Is data loading bottleneck?

When optimizing ML training pipeline, it is important to determine if data loading is the bottleneck.

The sink stage of Pipeline is the interface between the data processing pipeline running in the background thread and the model training running in the foreground thread.

The sink is responsible for fetching data produced by the pipeline upstream stages and putting them in the buffer, which is accessed by the foreground thread.

If the pipeline upstream is not producing data fast enough, the sink gets blocked on the input data. Similarly, if the foreground thread is not consuming the data fast enough, the buffer gets full and the sink gets gets blocked on the output buffer.

Therefore, by monitoring the time sink gets blocked on each end of the buffer, we can determine if the training is bound by data loading or model training.

We look at this with some toy examples.

Baseline

The following snippet constructs a Pipeline without any processing.

>>> pipeline = (
...     PipelineBuilder()
...     .add_source(range(100))
...     .add_sink(1)
...     .build()
... )

We execute it as following. There is no bottleneck in the execution.

>>> with pipeline.auto_stop():
...     for item in pipeline:
...         pass

Executing the above code gives a log like the following.

[sink]       Processed   100 items in 7.0900 [ms ]. QPS: 14104.37. Average wait time: Upstream: 0.0674 [ms ], Downstream: 0.0007 [ms ].

The Upstream in the log is the time that sink waited on the production of data, and the Downstream is the time that sink waited for the buffer space to become available.

In the above case, there is no bottleneck and both are quit fast.

Bottleneck is in training loop

Now, we introduce an artificial delay in the foreground thread to see how the average time changes. We change the way the pipeline is executed as following.

>>> with pipeline.auto_stop():
...     for item in pipeline:
...         time.sleep(100)
[sink]       Processed   100 items in 10.2294 [sec]. QPS: 9.78. Average wait time: Upstream: 0.0157 [ms ], Downstream: 102.2399 [ms ].

We see that the average time that sink waited on the downstream buffer increased from less than 1 millisecond to over 100 milliseconds, which corresponds to the delay we introduced.

Bottleneck is in data loading

Next, we modify the pipeline as follow to introduce an artificial delay in the data loading pipeline.

>>> async def delay(item):
...     await asyncio.sleep(0.1)
...     return item
...
>>>
>>> pipeline = (
...     PipelineBuilder()
...     .add_source(range(100))
...     .pipe(delay)
...     .add_sink(1)
...     .build()
... )

We execute the pipeline, like the first time without any delay in the foreground thread.

>>> with pipeline.auto_stop():
...     for item in pipeline:
...         pass

Executing the above, we obtain the following log.

[delay]      Completed   100 tasks (  0 failed) in 10.1984 [sec]. QPS: 9.81 (Concurrency:   1).

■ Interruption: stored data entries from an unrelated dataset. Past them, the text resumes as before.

def common_grid(reference: Record, test: Record, *, method: str = "polyphase") -> GridPair:
    """Bring two records to one sample interval.

    The record with the finer interval is resampled to the coarser one, so both have the same
    bandwidth; the coarser record is not touched. Lengths may still differ: :func:`align_pair` cuts both to
    their overlap after aligning the fronts.

    Parameters
    ----------
    reference, test : Record
        The two records.
    method : {'polyphase', 'fourier'}
        Anti-alias resampling method, see ``RESAMPLE_METHODS``.

    Returns
    -------
    GridPair
        ``(reference, test, warnings)``; the resampled record has a history entry
        ``"resample(...)"`` and the warnings say which record was resampled.

    Notes
    -----
    The interval ratio is approximated by a fraction ``up/down`` with ``down <= 1000``; the resampled
    record is given exactly the coarser interval, which stretches its time base by the approximation
    error (below 1e-6 for any ratio, zero for the usual 50/100/200/250 MS/s rates). A stretch of more than
    0.05 sample over the record is reported, of more than half a sample refused. Where the rates differ by
    more than 100 times, the finer record is first decimated by an integer factor (with the same method),
    which leaves a ratio of about 1:10 for the fraction.

    Raises
    ------
    ShotcheckError
        If the method is unknown or no fraction keeps the time base within half a sample.
    """
    check_option("method", method, RESAMPLE_METHODS)
    dt_r, dt_t = reference.sample_interval_s, test.sample_interval_s
    if abs(dt_r - dt_t) <= 1e-9 * max(dt_r, dt_t):
        if dt_r != dt_t:
            test = test.replace(sample_interval_s=dt_r, step="interval(set equal to reference)")
        return GridPair(reference, test, ())
    fine, coarse, which = (reference, test, "reference") if dt_r < dt_t else (test, reference, "test")
    dt_c = coarse.sample_interval_s
    dt_f = fine.sample_interval_s
    steps = ""
    q = int(round(dt_c / dt_f)) // 10
    if dt_c / dt_f > MAX_RESAMPLE_DENOMINATOR / 10 and q >= 2:
        # a ratio beyond 1:100 (20 GS/s against 50 MS/s, say): first by an integer factor, which leaves
        # about 1:10 for the fraction (a denominator <= 1000 could not approximate 1:4000 at all)
        chans = _resample_channels(fine, 1, q, method)
        fine = fine.replace(sample_interval_s=dt_f * q,
                            channels=tuple(c.with_samples(y) for c, y in zip(fine.channels, chans, strict=True)),
                            step=f"resample(up=1, down={q}, method={method!r})")
        steps = f"1/{q} then "
    ratio = Fraction(fine.sample_interval_s / dt_c).limit_denominator(MAX_RESAMPLE_DENOMINATOR)
    up, down = ratio.numerator, ratio.denominator
    chans = _resample_channels(fine, up, down, method)
    stretch = abs(fine.sample_interval_s * down / up - dt_c) / dt_c
    new = fine.replace(
        sample_interval_s=dt_c,
        channels=tuple(c.with_samples(y) for c, y in zip(fine.channels, chans, strict=True)),
        step=f"resample(up={up}, down={down}, method={method!r})",
    )
    warnings = [
        f"sample rates differ ({reference.sampling_rate_Hz / 1e6:.6g} MS/s reference, "
        f"{test.sampling_rate_Hz / 1e6:.6g} MS/s test): the {which} record was resampled to "
        f"{1e-6 / dt_c:.6g} MS/s ({method}, ratio {steps}{up}/{down})"
    ]
    if stretch * new.n_samples > 0.5:
        raise ShotcheckError(
            f"sample rates {reference.sampling_rate_Hz / 1e6:.6g} MS/s (reference) and "
            f"{test.sampling_rate_Hz / 1e6:.6g} MS/s (test): no resampling ratio with a denominator of at "
            f"most {MAX_RESAMPLE_DENOMINATOR} keeps the {which} time base within half a sample "
            f"(ratio {up}/{down} stretches it by {stretch * new.n_samples:.2g} samples); "
            "resample one record to the other's rate before comparing")
    if stretch * new.n_samples > 0.05:
        warnings.append(
            f"resampling ratio {up}/{down} approximates the interval ratio with a relative error of "
            f"{stretch:.2g}; the {which} time base is stretched by {stretch * new.n_samples:.2g} samples"
        )
    if which == "reference":
        return GridPair(new, test, tuple(warnings))
    return GridPair(reference, new, tuple(warnings))
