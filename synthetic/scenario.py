"""Winding families (TOML), random test scenarios and the labelled record pair of one scenario.

A *family* describes a population of windings and test conditions as ranges, in a TOML file with the
tables ``[family]``, ``[winding]``, ``[test]``, ``[recorder]`` and ``[faults]`` (see the bundled
``synthetic/designs/distribution.toml`` and ``power.toml``, and :data:`SCHEMA` for every key, its
bounds and how it is drawn). A value is either fixed (a number, or a string) or drawn per case:

* range keys: ``[low, high]``, drawn uniformly, log-uniformly (keys marked ``log``) or as an integer;
* choice keys: a list, one entry drawn with equal probability;
* fraction keys: a probability in [0, 1].

:func:`sample_scenario` draws one :class:`Scenario` (all parameters resolved, nothing random left)
from a family and a random generator; :func:`make_pair` simulates and records it: a reduced-level
reference shot (healthy) and a full-level test shot (healthy or with one fault), plus a label dict.

Event classes
-------------
``none``
    Only benign level-dependent differences: generator front/tail resistor drift, core magnetising
    inductance change, chopping-time scatter, recorder noise, range, offset and trigger differences.
``turn_to_turn``
    A breakdown bridging ``shorted_turns`` turns inside one section (the section is split so that a
    single turn is representable) or, with ``section_short_fraction``, one or two whole sections.
``to_ground``
    A breakdown from an internal node to ground.
``discharge_only``
    A train of short current pulses at a node, topology unchanged.

Faults occur in the test shot only. Their breakdown (or inception) voltage lies between the stress
of the gap at the reduced level and at full level: the network is linear before the event, so the
reduced-level stress is the level times the full-level stress computed by
:func:`synthetic.simulate.max_stress`. Within that band the voltage is chosen so that the gap strikes
in a target phase of the applied wave (``phases``: front, crest, tail; drawn per case) where the
gap's stress allows it (see ``_breakdown_voltage``).
"""

from __future__ import annotations

import dataclasses
import math
import tomllib
from collections.abc import Mapping
from pathlib import Path
from typing import Any

import numpy as np

from detector._validation import ShotcheckError

__all__ = [
    "EVENT_CLASSES",
    "SCHEMA",
    "Family",
    "Scenario",
    "load_family",
    "bundled_families",
    "sample_scenario",
    "make_pair",
]

#: The four event classes, in the order used to balance a data set.
EVENT_CLASSES = ("none", "turn_to_turn", "to_ground", "discharge_only")

DESIGN_DIR = Path(__file__).with_name("designs")


@dataclasses.dataclass(frozen=True)
class _Key:
    kind: str  # "range" | "choice" | "fraction" | "text"
    low: float | None = None  # physical bounds every drawn value must respect
    high: float | None = None
    scale: str = "lin"  # "lin" | "log" | "int"
    dtype: type = float
    required: bool = True
    default: Any = None
    doc: str = ""


#: Every key a family file may hold: table -> key -> specification (bounds are hard limits).
SCHEMA: dict[str, dict[str, _Key]] = {
    "family": {
        "name": _Key("text", dtype=str, doc="family name, used in labels"),
        "description": _Key("text", dtype=str, required=False, default=""),
    },
    "winding": {
        "sections": _Key("range", 2, 400, "int", int, doc="ladder sections"),
        "turns_per_section": _Key("range", 2, 1000, "int", int),
        "total_inductance_H": _Key("range", 1e-5, 10.0, "log"),
        "total_ground_capacitance_F": _Key("range", 1e-12, 1e-6, "log"),
        "alpha": _Key("range", 0.3, 60.0),
        "k0": _Key("range", 0.0, 0.95),
        "series_resistance_ohm": _Key("range", 0.0, 1e6, "log", required=False, default=None),
        "resistive_time_constant_s": _Key("range", 1e-6, 1e-3, "log", required=False, default=25e-6),
        "damping": _Key("range", 0.0, 2.0, required=False, default=0.05),
        "neutral": _Key("choice", dtype=str, required=False, default=["grounded"]),
        "shunt_ohm": _Key("range", 1e-3, 1e3, "log", required=False, default=1.0),
        "magnetising_H": _Key("range", 1e-4, 1e4, "log", required=False, default=math.inf),
        "magnetising_full_ratio": _Key("range", 0.3, 3.0, required=False, default=1.0),
    },
    "test": {
        "bil_V": _Key("range", 10e3, 3e6, "log"),
        "polarity": _Key("choice", dtype=str, required=False, default=["negative"]),
        "reduced_level": _Key("range", 0.2, 0.95),
        "chopped_fraction": _Key("fraction", 0.0, 1.0, required=False, default=0.5),
        "reference_chopped_fraction": _Key("fraction", 0.0, 1.0, required=False, default=0.5),
        "chop_time_s": _Key("range", 0.5e-6, 20e-6, required=False, default=[2e-6, 6e-6]),
        "chop_scatter_s": _Key("range", 0.0, 2e-6, required=False, default=[0.0, 0.2e-6]),
        "front_time_s": _Key("range", 0.3e-6, 5e-6, required=False, default=1.2e-6),
        "time_to_half_s": _Key("range", 10e-6, 200e-6, required=False, default=50e-6),
        "generator_capacitance_F": _Key("range", 1e-9, 10e-6, "log", required=False, default=100e-9),
        "load_capacitance_F": _Key("range", 50e-12, 50e-9, "log", required=False, default=1e-9),
        "lead_inductance_H": _Key("range", 0.0, 100e-6, required=False, default=5e-6),
        "generator_drift": _Key("range", 0.0, 0.2, required=False, default=[0.0, 0.04]),
        "record_length_s": _Key("range", 10e-6, 1e-3, required=False, default=100e-6),
    },
    "recorder": {
        "sample_rate_Hz": _Key("choice", 20e6, 250e6, required=False, default=[100e6]),
        "bits": _Key("choice", 8, 14, dtype=int, required=False, default=[12]),
        "noise_lsb": _Key("range", 0.0, 50.0, "log", required=False, default=0.5),
        "interference_amplitude_lsb": _Key("range", 0.0, 200.0, required=False, default=0.0),
        "interference_frequency_Hz": _Key("range", 1e3, 100e6, "log", required=False, default=1e6),
        "voltage_range_factor": _Key("range", 1.0, 5.0, required=False, default=1.3),
        "current_range_factor": _Key("range", 1.0, 20.0, required=False, default=1.5),
        "range_change_fraction": _Key("fraction", 0.0, 1.0, required=False, default=0.0),
        "pretrigger_s": _Key("range", 0.5e-6, 50e-6, required=False, default=5e-6),
        "baseline_offset_lsb": _Key("range", -100.0, 100.0, required=False, default=0.0),
        "bandwidth_fraction": _Key("range", 0.05, 0.45, required=False, default=0.35),
    },
    "faults": {
        "classes": _Key("choice", dtype=str, required=False, default=list(EVENT_CLASSES)),
        "arc_resistance_ohm": _Key("range", 1e-4, 1e4, "log", required=False, default=[0.01, 50.0]),
        "shorted_turns": _Key("range", 1, 1000, "int", int, required=False, default=[1, 10]),
        "section_short_fraction": _Key("fraction", 0.0, 1.0, required=False, default=0.3),
        "breakdown_fraction": _Key("range", 0.0, 1.0, required=False, default=[0.05, 0.95]),
        "phases": _Key("choice", dtype=str, required=False, default=["front", "crest", "tail"]),
        "front_region": _Key("fraction", 0.0, 1.0, required=False, default=0.15),
        # the bundled families' ranges: below ~20 nC a discharge moves the neutral current by less than one
        # code, and a family that left these out used to train on a few dozen visible discharges
        "discharge_charge_C": _Key("range", 1e-14, 1e-5, "log", required=False, default=[2e-8, 2e-6]),
        "discharge_width_s": _Key("range", 1e-9, 1e-6, required=False, default=[10e-9, 60e-9]),
        "discharge_pulses": _Key("range", 1, 1000, "int", int, required=False, default=[3, 30]),
        "discharge_repetition_s": _Key("range", 10e-9, 100e-6, "log", required=False, default=[0.2e-6, 5e-6]),
    },
}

Average task time: 101.3354 [ ms].
[sink]       Processed   100 items in 10.1938 [sec]. QPS: 9.81. Average wait time: Upstream: 100.8673 [ms ], Downstream: 0.0167 [ms ].

The average upstream wait time is increased to 100 millisecond.

Summary

Using Pipeline, it becomes easy to determine if the bottleneck is in data loading or not. When the data loading is the bottleneck, the sink stage gets blocked on the input queue. So if the upstream wait time is larger than that of downstream, the data loading is the bottleneck.